いつもの説明不要の音が響き渡ったニャ。いくら、指名手配の性悪ネコとはいっても、少しだけ同情するボクなのニャ……。
◆
こうして、ツキミもまたオトモに戻り、旦那さんとボクたちはいつもの日常に……
「ダイフクー! お茶ー!」
「は、はいですニャ!」
相変わらずネコ使いの荒い旦那さんが、リビングのソファから命令したニャ。ボクはほとんど条件反射的に返事して、すぐさまキッチンに向かったニャ。
そんなボクの足元に、誰かが足を引っかけてきたニャ。
「にゃっ!?」
無様にドテンとひっくり返るボク。
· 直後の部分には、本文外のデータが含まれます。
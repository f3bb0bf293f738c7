package com.baysheet.store;

import com.baysheet.engine.InputError;
import com.baysheet.engine.code.ReductionRule;
import com.baysheet.engine.units.UnitSystem;
import com.baysheet.framing.Derivation;
import com.baysheet.framing.model.Bay;
import com.baysheet.framing.model.Direction;
import com.baysheet.framing.model.Framing;
import com.baysheet.framing.model.Grid;
import com.baysheet.framing.model.GridAxis;
import com.baysheet.framing.model.Side;
import com.baysheet.project.BayAssignment;
import com.baysheet.project.Cell;
import com.baysheet.project.FirmOccupancy;
import com.baysheet.project.LevelInfo;
import com.baysheet.project.Project;
import com.baysheet.project.ProjectInfo;
import com.baysheet.project.StoredLevel;
import com.baysheet.review.AuditEvent;
import com.baysheet.store.review.AuditTrail;
import org.junit.jupiter.api.AfterEach;
import org.junit.jupiter.api.BeforeEach;
import org.junit.jupiter.api.Test;

import java.util.List;
import java.util.Map;

import static org.assertj.core.api.Assertions.assertThat;
import static org.assertj.core.api.Assertions.assertThatThrownBy;
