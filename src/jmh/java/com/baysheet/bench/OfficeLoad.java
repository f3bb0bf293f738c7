package com.baysheet.bench;

import com.baysheet.bench.OfficeLoadStats.Kind;

import java.io.IOException;
import java.net.http.HttpClient;
import java.net.http.HttpResponse;
import java.nio.file.Files;
import java.nio.file.Path;
import java.time.Duration;
import java.util.ArrayList;
import java.util.LinkedHashMap;
import java.util.List;
import java.util.Map;
import java.util.concurrent.ExecutorService;
import java.util.concurrent.Executors;
import java.util.concurrent.Future;
import java.util.concurrent.ThreadLocalRandom;
import java.util.concurrent.TimeUnit;
import java.util.concurrent.atomic.AtomicInteger;
import java.util.regex.Matcher;
import java.util.regex.Pattern;

/**
 * Office load on a running Baysheet with the demo loaded (a benchmark, not a test): sets up the office
 * (an administrator, engineer accounts), logs each simulated user in, gives each its own small project to
 * save to, then runs rounds of a bounded number of requests from a fixed pool of user threads, mixing member
 * pages of the demo project, other pages, bay form saves and checking-copy PDF downloads. Prints per kind
 * p50/p90/p99/max and errors, the throughput, and the server's resident memory after each round.
 *
 * <pre>java -cp CLASSES com.baysheet.bench.OfficeLoad --base http://127.0.0.1:7070 [--users 32] [--requests 20000]
 *     [--rounds 3] [--warmup 3000] [--rate 0] [--mix 80:10:8:2] [--pid SERVER_PID]</pre>
 * {@code --rate} paces the whole office to that many requests per second (0: as fast as the server answers);
 * {@code --mix} is member pages : other pages : form saves : PDFs.
 */
public final class OfficeLoad {
    private static final String PASSWORD = "office load password";
    private static final Pattern ID = Pattern.compile("\"id\" ?: ?\"?([A-Za-z0-9_.-]+)\"?");
    private static final Pattern VERSION = Pattern.compile("\"version\" ?: ?(\\d+)");

    private final Map<String, String> opt;
    private final HttpClient http;
    private final String base;
    private final int users;
    private final int[] mix;
    private long project;
    private List<String> members;
    /** The mark sheet of each member's sheet address, read once at set-up: checking copies are printed per mark. */
    private final Map<String, String> markSheets = new java.util.concurrent.ConcurrentHashMap<>();

    private OfficeLoad(Map<String, String> opt) {
        this.opt = opt;
        this.base = opt.getOrDefault("base", "http://127.0.0.1:7070");
        this.users = Integer.parseInt(opt.getOrDefault("users", "32"));
        this.mix = java.util.Arrays.stream(opt.getOrDefault("mix", "80:10:8:2").split(":")).mapToInt(Integer::parseInt).toArray();
        this.http = HttpClient.newBuilder().version(HttpClient.Version.HTTP_1_1).connectTimeout(Duration.ofSeconds(10))
                .followRedirects(HttpClient.Redirect.NEVER).executor(Executors.newFixedThreadPool(4)).build();
    }

    public static void main(String[] args) throws Exception {
        Map<String, String> opt = new LinkedHashMap<>();
        for (int i = 0; i + 1 < args.length; i += 2) opt.put(args[i].replaceFirst("^--", ""), args[i + 1]);
        new OfficeLoad(opt).run();
    }

    /** One simulated person: a login, an own project and level to save bays to, and its version. */
    private static final class User {
        final OfficeLoadSession session;
        final long ownProject;
        final long ownLevel;
        long version;
        boolean heavier;

        User(OfficeLoadSession session, long ownProject, long ownLevel, long version) {
            this.session = session;
            this.ownProject = ownProject;
            this.ownLevel = ownLevel;
            this.version = version;
        }
    }

    private void run() throws Exception {
        OfficeLoadSession admin = OfficeLoadSession.setUp(http, base, PASSWORD, opt.get("setup-code"));
        if (opt.containsKey("print-session")) {
            // for a side-by-side run with another load tool: one member page address and the cookie to fetch it with
            String projects = admin.get("/api/projects").body();
            String p = first(ID, projects);
            String m = first(ID, admin.get("/api/projects/" + p + "/members").body());
            System.out.println("page=/projects/" + p + "/members/" + m);
            System.out.println("cookie=" + admin.cookieHeader());
            System.exit(0);
        }
        int accounts = Math.max(1, users / 4);
        for (int a = 0; a < accounts; a++) admin.addUser("load" + a, PASSWORD);
        String projects = admin.get("/api/projects").body();
        project = Long.parseLong(first(ID, projects));
        members = all(ID, admin.get("/api/projects/" + project + "/members").body());
        for (String m : members) {
            HttpResponse<String> r = admin.get("/review/projects/" + project + "/members/" + m);
            r.headers().firstValue("Location").ifPresent(sheet -> markSheets.put(m, sheet));
        }
        System.out.printf("office: %d users on %d accounts; demo project %d with %d members; mix %s (member:other:save:pdf)%n",
                users, accounts, project, members.size(), opt.getOrDefault("mix", "80:10:8:2"));
        ExecutorService pool = Executors.newFixedThreadPool(users);
        // people log in one after another, as they arrive: the throttle counts a login from the moment it is
        // sent until its password proves right, so dozens in the same instant from one address would be slowed
        List<Future<User>> logins = new ArrayList<>();
        for (int u = 0; u < users; u++) {
            int n = u;
            OfficeLoadSession s = OfficeLoadSession.logIn(http, base, "load" + (n % accounts), PASSWORD);
            logins.add(pool.submit(() -> newUser(n, s)));
        }
        List<User> office = new ArrayList<>();
        for (Future<User> f : logins) office.add(f.get());
        System.out.println("after log-in: " + memory());
        int rounds = Integer.parseInt(opt.getOrDefault("rounds", "3"));
        int requests = Integer.parseInt(opt.getOrDefault("requests", "20000"));
        round(pool, office, Integer.parseInt(opt.getOrDefault("warmup", "3000")), "warm-up");
        for (int r = 1; r <= rounds; r++) round(pool, office, requests, "round " + r);
        pool.shutdown();
        System.exit(0);
    }

    private User newUser(int n, OfficeLoadSession s) throws IOException, InterruptedException {
        String p = s.expect(s.json("POST", "/api/projects", "{\"jobNumber\": \"LOAD-" + n + "\", \"name\": \"Load project " + n
                + "\", \"units\": \"US\"}"), 201).body();
        long id = Long.parseLong(first(ID, p));
        String l = s.expect(s.json("POST", "/api/projects/" + id + "/levels", "{\"version\": " + first(VERSION, p)
                + ", \"name\": \"Level 2\", \"elevation\": 12}"), 201).body();
        return new User(s, id, Long.parseLong(first(ID, l.substring(l.indexOf("saved")))), Long.parseLong(first(VERSION, l)));
    }

    private void round(ExecutorService pool, List<User> office, int requests, String name) throws Exception {
        OfficeLoadStats stats = new OfficeLoadStats(requests);
        AtomicInteger issued = new AtomicInteger();
        double rate = Double.parseDouble(opt.getOrDefault("rate", "0"));
        long intervalNanos = rate > 0 ? (long) (office.size() / rate * 1e9) : 0;
        long start = System.nanoTime();
        List<Future<?>> running = new ArrayList<>();
        for (User u : office) running.add(pool.submit(() -> {
            long next = System.nanoTime() + ThreadLocalRandom.current().nextLong(Math.max(1, intervalNanos));
            while (issued.getAndIncrement() < requests) {
                if (intervalNanos > 0) {
                    long wait = next - System.nanoTime();
                    if (wait > 0) TimeUnit.NANOSECONDS.sleep(wait);
                    next += intervalNanos;
                }
                one(u, stats);
            }
            return null;
        }));
        for (Future<?> f : running) f.get();
        double seconds = (System.nanoTime() - start) / 1e9;
        System.out.printf("%n%s: %d requests in %.1f s = %.0f requests/s, %d errors; %s; load average %s%n%s",
                name, stats.total(), seconds, stats.total() / seconds, stats.totalErrors(), memory(), loadAverage(), stats.table());
    }

    private void one(User u, OfficeLoadStats stats) throws InterruptedException {
        int pick = ThreadLocalRandom.current().nextInt(mix[0] + mix[1] + mix[2] + mix[3]);
        Kind kind = pick < mix[0] ? Kind.MEMBER_PAGE : pick < mix[0] + mix[1] ? Kind.OTHER_PAGE
                : pick < mix[0] + mix[1] + mix[2] ? Kind.FORM_SAVE : Kind.PDF;
        String member = members.get(ThreadLocalRandom.current().nextInt(members.size()));
        long t0 = System.nanoTime();
        boolean ok;
        try {
            ok = switch (kind) {
                case MEMBER_PAGE -> u.session.get("/projects/" + project + "/members/" + member).statusCode() == 200;
                case OTHER_PAGE -> u.session.get(List.of("/projects/" + project, "/projects/" + project + "/members",
                        "/projects/" + project + "/plan", "/projects/" + project + "/takedowns")
                        .get(ThreadLocalRandom.current().nextInt(4))).statusCode() == 200;
                case FORM_SAVE -> save(u);
                case PDF -> pdf(u, member);
            };
        } catch (IOException e) {
            ok = false;
        }
        stats.record(kind, System.nanoTime() - t0, ok);
    }

    /** The bay editor's form on the user's own project, alternating the dead load so every save changes something. */
    private static boolean save(User u) throws IOException, InterruptedException {
        u.heavier = !u.heavier;
        Map<String, String> f = new LinkedHashMap<>();
        f.put("version", String.valueOf(u.version));
        f.put("cells", "0,0");
        f.put("action", "assign");
        f.put("occupancy", "office");
        f.put("deadLoad", u.heavier ? "65" : "60");
        f.put("beams", "Y");
        f.put("infillBeams", "2");
        HttpResponse<String> r = u.session.form("/projects/" + u.ownProject + "/levels/" + u.ownLevel + "/bays", f);
        if (r.statusCode() != 303) return false;
        u.version++;
        return true;
    }

    private boolean pdf(User u, String member) throws IOException, InterruptedException {
        String sheet = markSheets.get(member);
        if (sheet == null) return false;
        HttpResponse<byte[]> r = u.session.getBytes(sheet + "/checking.pdf");
        return r.statusCode() == 200 && r.body().length > 4 && r.body()[0] == '%' && r.body()[1] == 'P';
    }

    private String memory() { return serverMemory(opt.get("pid")); }

    /** The server's resident memory from /proc, for the process {@code pid} (null: not known). */
    static String serverMemory(String pid) {
        if (pid == null) return "server RSS unknown (no --pid)";
        try {
            for (String line : Files.readAllLines(Path.of("/proc", pid, "status")))
                if (line.startsWith("VmRSS:")) return "server RSS " + line.substring(6).strip();
        } catch (IOException e) {
            return "server RSS unreadable: " + e.getMessage();
        }
        return "server RSS not reported";
    }

    private static String loadAverage() {
        try {
            return Files.readString(Path.of("/proc/loadavg")).strip();
        } catch (IOException e) {
            return "unknown";
        }
    }

    private static String first(Pattern p, String text) {
        Matcher m = p.matcher(text);
        if (!m.find()) throw new IllegalStateException("no " + p + " in " + text.substring(0, Math.min(200, text.length())));
        return m.group(1);
    }

    private static List<String> all(Pattern p, String text) {
        List<String> out = new ArrayList<>();
        Matcher m = p.matcher(text);
        while (m.find()) out.add(m.group(1));
        return out;
    }
}
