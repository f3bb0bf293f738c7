package com.baysheet.framing.schedule;

import com.baysheet.engine.InputError;
import com.baysheet.engine.units.Quantity;
import com.baysheet.engine.units.UnitSystem;

import java.util.ArrayList;
import java.util.List;

/**
 * A load summary as a table: named columns, some of them quantities, and rows of cells. Every number is
 * copied from a take-down row or a member's record, in the system's base unit at full precision; the
 * renderers convert it to the column's shown unit (kip, kip·ft; kN, kN·m) and round only what they print.
 *
 * @param key     the schedule's name in paths and file names ("column-loads")
 * @param columns the headings; a column with a quantity holds numbers, one without holds text
 * @param rows    each row one cell per column: a {@link String} in a text column, a {@link Double} in a
 *                number column (NaN where the value does not apply, such as the second reaction of a cantilever)
 * @param notes   what a reader needs to read the table right (which combinations govern, what the envelope is)
 */
public record LoadSchedule(String key, String title, UnitSystem system, List<Column> columns, List<List<Object>> rows,
                           List<String> notes) {
    public LoadSchedule {
        if (key == null || !key.matches("[a-z-]+")) throw new InputError("key", key, "must be lower-case words joined by hyphens");
        if (title == null || title.isBlank()) throw new InputError("title", "\"\"", "a schedule needs a title");
        if (system == null) throw new InputError("system", "none", "a schedule needs its unit system");
        columns = List.copyOf(columns);
        List<List<Object>> copy = new ArrayList<>();
        for (int r = 0; r < rows.size(); r++) {
            List<Object> row = rows.get(r);
            if (row.size() != columns.size())
                throw new InputError("rows[" + r + "]", row.size() + " cells", "must have one cell per column (" + columns.size() + ")");
            for (int c = 0; c < row.size(); c++) {
                Object cell = row.get(c);
                boolean ok = columns.get(c).isNumber() ? cell instanceof Double : cell instanceof String;
                if (!ok) throw new InputError("rows[" + r + "][" + columns.get(c).heading() + "]", cell, "is not a "
                        + (columns.get(c).isNumber() ? "number" : "text") + " as its column holds");
            }
            copy.add(List.copyOf(row));
        }
        rows = List.copyOf(copy);
        notes = List.copyOf(notes);
    }

    /** @param quantity what the column's numbers are, or null for a text column */
    public record Column(String heading, Quantity quantity) {
        public Column {
            if (heading == null || heading.isBlank()) throw new InputError("heading", "\"\"", "a column needs a heading");
        }

        public static Column text(String heading) { return new Column(heading, null); }

        public boolean isNumber() { return quantity != null; }
    }

    /** The column's heading with its shown unit: "D (kip)". */
    public String heading(int column) {
        Column c = columns.get(column);
        return c.isNumber() ? c.heading() + " (" + c.quantity().unit(system).symbol() + ")" : c.heading();
    }

    /** A number cell in the column's shown unit, full precision (NaN where it does not apply). */
    public double shown(int row, int column) {
        double base = (Double) rows.get(row).get(column);
        return Double.isNaN(base) ? base : columns.get(column).quantity().unit(system).fromBase(base);
    }

    /** The column's index by heading (without unit). */
    public int column(String heading) {
        for (int i = 0; i < columns.size(); i++) if (columns.get(i).heading().equals(heading)) return i;
        throw new IllegalArgumentException("no column " + heading + " in " + title);
    }
}
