package com.baysheet.bench;

import java.io.IOException;
import java.net.URI;
import java.net.URLEncoder;
import java.net.http.HttpClient;
import java.net.http.HttpRequest;
import java.net.http.HttpResponse;
import java.nio.charset.StandardCharsets;
import java.time.Duration;
import java.util.LinkedHashMap;
import java.util.Map;
import java.util.regex.Matcher;
import java.util.regex.Pattern;
import java.util.stream.Collectors;

/** One office user's login on the server: its cookies and form token, over a client shared by all users. */
final class OfficeLoadSession {
    private static final Pattern TOKEN = Pattern.compile("name=\"_csrf\" value=\"([A-Za-z0-9_-]+)\"");
    private static final Pattern COOKIE = Pattern.compile("^([^=;\\s]+)=([^;]*)");

    private final HttpClient http;
    private final String base;
    private final Map<String, String> cookies = new LinkedHashMap<>();
    private String token;

    OfficeLoadSession(HttpClient http, String base) {
        this.http = http;
        this.base = base;
    }

    /** The first administrator of a new office, who then adds the users that will log in. */
    static OfficeLoadSession setUp(HttpClient http, String base, String password, String setupCode) throws IOException, InterruptedException {
        OfficeLoadSession s = new OfficeLoadSession(http, base);
        s.get("/setup");
        s.expect(s.form("/setup", Map.of("setupCode", setupCode, "username", "admin", "fullName", "Load Administrator",
                "initials", "LA", "password", password, "confirmPassword", password)), 303);
        s.get("/admin/users");
        return s;
    }

    private static final Pattern SETUP_CODE = Pattern.compile("id=\"setup-code\"[^>]*>\\s*<code>([^<]+)</code>");

    /** Adds a person, who sets their password with the one-time set-up code shown, then logs in once (told of the code). */
    void addUser(String username, String password) throws IOException, InterruptedException {
        get("/admin/users");
        HttpResponse<String> added = expect(form("/admin/users", Map.of("username", username, "fullName", "Load user " + username,
                "initials", "LU", "role", "engineer")), 200);
        java.util.regex.Matcher code = SETUP_CODE.matcher(added.body());
        if (!code.find()) throw new IllegalStateException("no set-up code shown for " + username);
        OfficeLoadSession person = new OfficeLoadSession(http, base);
        person.get("/account/reset");
        person.expect(person.form("/account/reset", Map.of("username", username, "code", code.group(1),
                "newPassword", password, "confirmPassword", password)), 303);
        person.get("/login");
        person.expect(person.form("/login", Map.of("username", username, "password", password, "next", "/projects")), 200);
    }

    /** The session's cookies as a {@code Cookie} header value, for another load tool to send. */
    String cookieHeader() {
        synchronized (cookies) {
            return cookies.entrySet().stream().map(e -> e.getKey() + "=" + e.getValue()).collect(Collectors.joining("; "));
        }
    }

    static OfficeLoadSession logIn(HttpClient http, String base, String username, String password) throws IOException, InterruptedException {
        OfficeLoadSession s = new OfficeLoadSession(http, base);
        s.get("/login");
        s.expect(s.form("/login", Map.of("username", username, "password", password, "next", "/projects")), 303);
        s.get("/projects");
        return s;
    }

    HttpResponse<String> get(String path) throws IOException, InterruptedException {
        return send(request(path).GET(), HttpResponse.BodyHandlers.ofString());
    }

    HttpResponse<byte[]> getBytes(String path) throws IOException, InterruptedException {
        return send(request(path).GET(), HttpResponse.BodyHandlers.ofByteArray());
    }

    HttpResponse<String> form(String path, Map<String, String> fields) throws IOException, InterruptedException {
        Map<String, String> all = new LinkedHashMap<>(fields);
        if (token != null) all.put("_csrf", token);
        String body = all.entrySet().stream().map(e -> enc(e.getKey()) + "=" + enc(e.getValue())).collect(Collectors.joining("&"));
        return send(request(path).header("Content-Type", "application/x-www-form-urlencoded")
                .POST(HttpRequest.BodyPublishers.ofString(body)), HttpResponse.BodyHandlers.ofString());
    }

    HttpResponse<String> json(String method, String path, String body) throws IOException, InterruptedException {
        return send(request(path).header("Content-Type", "application/json").header("X-CSRF-Token", token)
                .method(method, HttpRequest.BodyPublishers.ofString(body)), HttpResponse.BodyHandlers.ofString());
    }

    HttpResponse<String> expect(HttpResponse<String> r, int status) {
        if (r.statusCode() != status) throw new IllegalStateException(r.request().method() + " " + r.uri() + " answered "
                + r.statusCode() + ", expected " + status);
        return r;
    }

    private HttpRequest.Builder request(String path) {
        HttpRequest.Builder b = HttpRequest.newBuilder(URI.create(base + path)).timeout(Duration.ofSeconds(60));
        synchronized (cookies) {
            if (!cookies.isEmpty())
                b.header("Cookie", cookies.entrySet().stream().map(e -> e.getKey() + "=" + e.getValue()).collect(Collectors.joining("; ")));
        }
        return b;
    }

    private <T> HttpResponse<T> send(HttpRequest.Builder b, HttpResponse.BodyHandler<T> handler) throws IOException, InterruptedException {
        HttpResponse<T> r = http.send(b.build(), handler);
        synchronized (cookies) {
            for (String c : r.headers().allValues("Set-Cookie")) {
                Matcher m = COOKIE.matcher(c);
                if (m.find()) cookies.put(m.group(1), m.group(2));
            }
        }
        if (r.body() instanceof String s) {
            Matcher m = TOKEN.matcher(s);
            if (m.find()) token = m.group(1);
        }
        return r;
    }

    private static String enc(String s) { return URLEncoder.encode(s, StandardCharsets.UTF_8); }
}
ネコの面目丸つぶれニャ。
「はいはいはーい。お茶ならぼくがお持ちしますニャーーー」
愛くるしい顔で甘えた声を出したミタラシが、すかさず旦那さんのところへ駆け寄っていったニャ。
「今日はカモミールティーにしてみましたニャ。美しい旦那さんの優雅なティータイムにぴったりですニャ」
「あら。いい香り」
「クッキーも焼きましたニャ。シナモン入れてみました。エヘ」
旦那さんに頭を撫でてもらいながら目を細めたミタラシが、一瞬「へっ」て嫌な目つきでボクを見たニャ。
……そう。旦那さんに強烈なお仕置きを受けたミタラシは、その反動で、すっかり心を入れ替え、今度こそ本気で旦那さんに心酔してしまったのニャ。もちろん、見習いオトモからのスタートニャけど……。
「とんだ性悪ネコが我が家に居ついてしまったニャ、ね」
ツキミが肩をすくめてニヒルに言ったニャ。
まったくその通りニャ! ボクらの日常ときたら、気の休まる暇がないニャ!
おわり
ひとまずこれで終わりニャ。また書くかもニャ。